The court of enquiry was quickly convened and took place three days later on 13 July. It was not a court martial but was intended to find out exactly what had happened. But everyone who attended knew how serious this was. First to give evidence was Captain Palmer, the temporary battalion commander. He tried to blame Ross, saying that he should have told him in advance about the condition of the men. Ross then gave his evidence, accepting responsibility for calling off the assault but saying ‘the men were not ready’ to fight. Clearly he had sympathy with those under his command. W
hen Lieutenant Twynham gave his evidence he said that ‘one or two dozen’ men had come to see him during the course of the Sunday saying they were suffering from shell shock. He said he had tried to reason with them and told them ‘to pull themselves together’, advising them to get ‘as much rest as possible as they had been carrying up equipment all day’. In his evidence, Lieutenant Lowthian, the temporary adjutant, clearly felt that Palmer bore some responsibility for not knowing how bad the situation was.

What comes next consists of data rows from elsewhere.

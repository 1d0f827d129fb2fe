//! Element stiffness as 2×2 blocks of node pairs, the form that the scatter wants.
use super::{TRIANGLE_DEGREE_4, is_straight, mapped};
use crate::elasticity::Moduli;

/// Number of node pairs `a ≤ b` of an element.
pub(crate) const N_PAIRS: usize = 21;

/// `∫ ∂N_a/∂x_i ∂N_b/∂x_j` in the order xx, xy, yx, yy, for each pair; dimensionless.
type Products = [[f64; 4]; N_PAIRS];

/// Stiffness blocks `K_ab = ∫ B_aᵀ D B_b` in Pa for the pairs `a ≤ b`, row by row: (0,0), (0,1) .. (0,5), (1,1) .. (5,5).
///
/// ```text
/// K_ab = | a S_xx + g S_yy   b S_xy + g S_yx |      S_ij = ∫ ∂N_a/∂x_i ∂N_b/∂x_j
///        | b S_yx + g S_xy   a S_yy + g S_xx |
/// ```
///
/// `a`, `b`, `g` as in [`Moduli`]; each block is xx, xy, yx, yy. Source: docs/theory.md eq. (1.9).
pub(crate) fn stiffness_blocks(points_m: &[[f64; 2]; 6], moduli: &Moduli) -> [[f64; 4]; N_PAIRS] {
    let s = if is_straight(points_m) { straight_products(points_m) } else { curved_products(points_m) };
    let Moduli { a_pa: a, b_pa: b, g_pa: g } = *moduli;
    s.map(|[xx, xy, yx, yy]| [a * xx + g * yy, b * xy + g * yx, b * yx + g * xy, a * yy + g * xx])
}

fn curved_products(points_m: &[[f64; 2]; 6]) -> Products {
    let mut s = [[0.0; 4]; N_PAIRS];
    for (xi, weight) in TRIANGLE_DEGREE_4 {
        let at = mapped(points_m, xi);
        let w = weight * at.det_m2;
        let mut pair = 0;
        for i in 0..6 {
            let [x, y] = [w * at.gradients_per_m[i][0], w * at.gradients_per_m[i][1]];
            for [u, v] in &at.gradients_per_m[i..] {
                let t = &mut s[pair];
                *t = [t[0] + x * u, t[1] + x * v, t[2] + y * u, t[3] + y * v];
                pair += 1;
            }
        }
    }
    s
}

/// With straight sides everything follows from the constant gradients `c_a` of the area coordinates and the area `A`:
/// with `q_ab = A c_a ⊗ c_b`, corners give `q_aa` and `−q_ab/3`; a corner and a middle of its side `ab` give `4/3 q_ab`, of the opposite side 0;
/// a middle gives `8/3 (q_aa + q_bb) + 4/3 (q_ab + q_ba)`, two middles `ab`, `ac` give `4/3 (q_aa + q_ac + q_ba + 2 q_bc)`.
fn straight_products(points_m: &[[f64; 2]; 6]) -> Products {
    let [p0, p1, p2] = [points_m[0], points_m[1], points_m[2]];
    let twice = (p1[0] - p0[0]) * (p2[1] - p0[1]) - (p2[0] - p0[0]) * (p1[1] - p0[1]);
    let r = 1.0 / twice;
    let c = [
        [(p1[1] - p2[1]) * r, (p2[0] - p1[0]) * r],
        [(p2[1] - p0[1]) * r, (p0[0] - p2[0]) * r],
        [(p0[1] - p1[1]) * r, (p1[0] - p0[0]) * r],
    ];
    let half = 0.5 * twice;
    let q = c.map(|[x, y]| c.map(|[u, v]| [half * x * u, half * x * v, half * y * u, half * y * v]));
    let scaled = |f: f64, t: [f64; 4]| t.map(|v| f * v);
    let corner = |a: usize, b: usize| scaled(-1.0 / 3.0, q[a][b]);
    let beside = |a: usize, b: usize| scaled(4.0 / 3.0, q[a][b]);
    let middle = |a: usize, b: usize| std::array::from_fn(|k| 4.0 / 3.0 * (2.0 * (q[a][a][k] + q[b][b][k]) + q[a][b][k] + q[b][a][k]));
    let middles = |a: usize, b: usize, c: usize| {
        // Middle of side (a, b) with middle of side (a, c): ∫ (L_b c_a + L_a c_b) ⊗ (L_c c_a + L_a c_c).
        std::array::from_fn(|k| 4.0 / 3.0 * (q[a][a][k] + q[a][c][k] + q[b][a][k] + 2.0 * q[b][c][k]))
    };
    let zero = [0.0; 4];
    #[rustfmt::skip]
    let blocks = [
        q[0][0], corner(0, 1), corner(0, 2), beside(0, 1), zero, beside(0, 2),
        q[1][1], corner(1, 2), beside(1, 0), beside(1, 2), zero,
        q[2][2], zero, beside(2, 1), beside(2, 0),
        middle(0, 1), middles(1, 0, 2), middles(0, 1, 2),
        middle(1, 2), middles(2, 1, 0),
        middle(2, 0),
    ];
    blocks
}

Then came the turn of Lieutenant Kirkwood, the MO. Knowing that army courts of enquiry often dismissed the evidence of MOs, he had prepared a certificate outlining in full why he had decided the men were not in a fit state to go over the top. Having already sent this certificate to brigade headquarters, he stood by it during the court proceedings. It makes for fascinating reading.
Kirkwood wrote:
I gave my opinion that the men were unfit, and that opinion was based on the following,
The attack on 1st July when the battalion lost all its officers and more than half of the men had had a most demoralizing effect and the men had not recovered their mental equilibrium.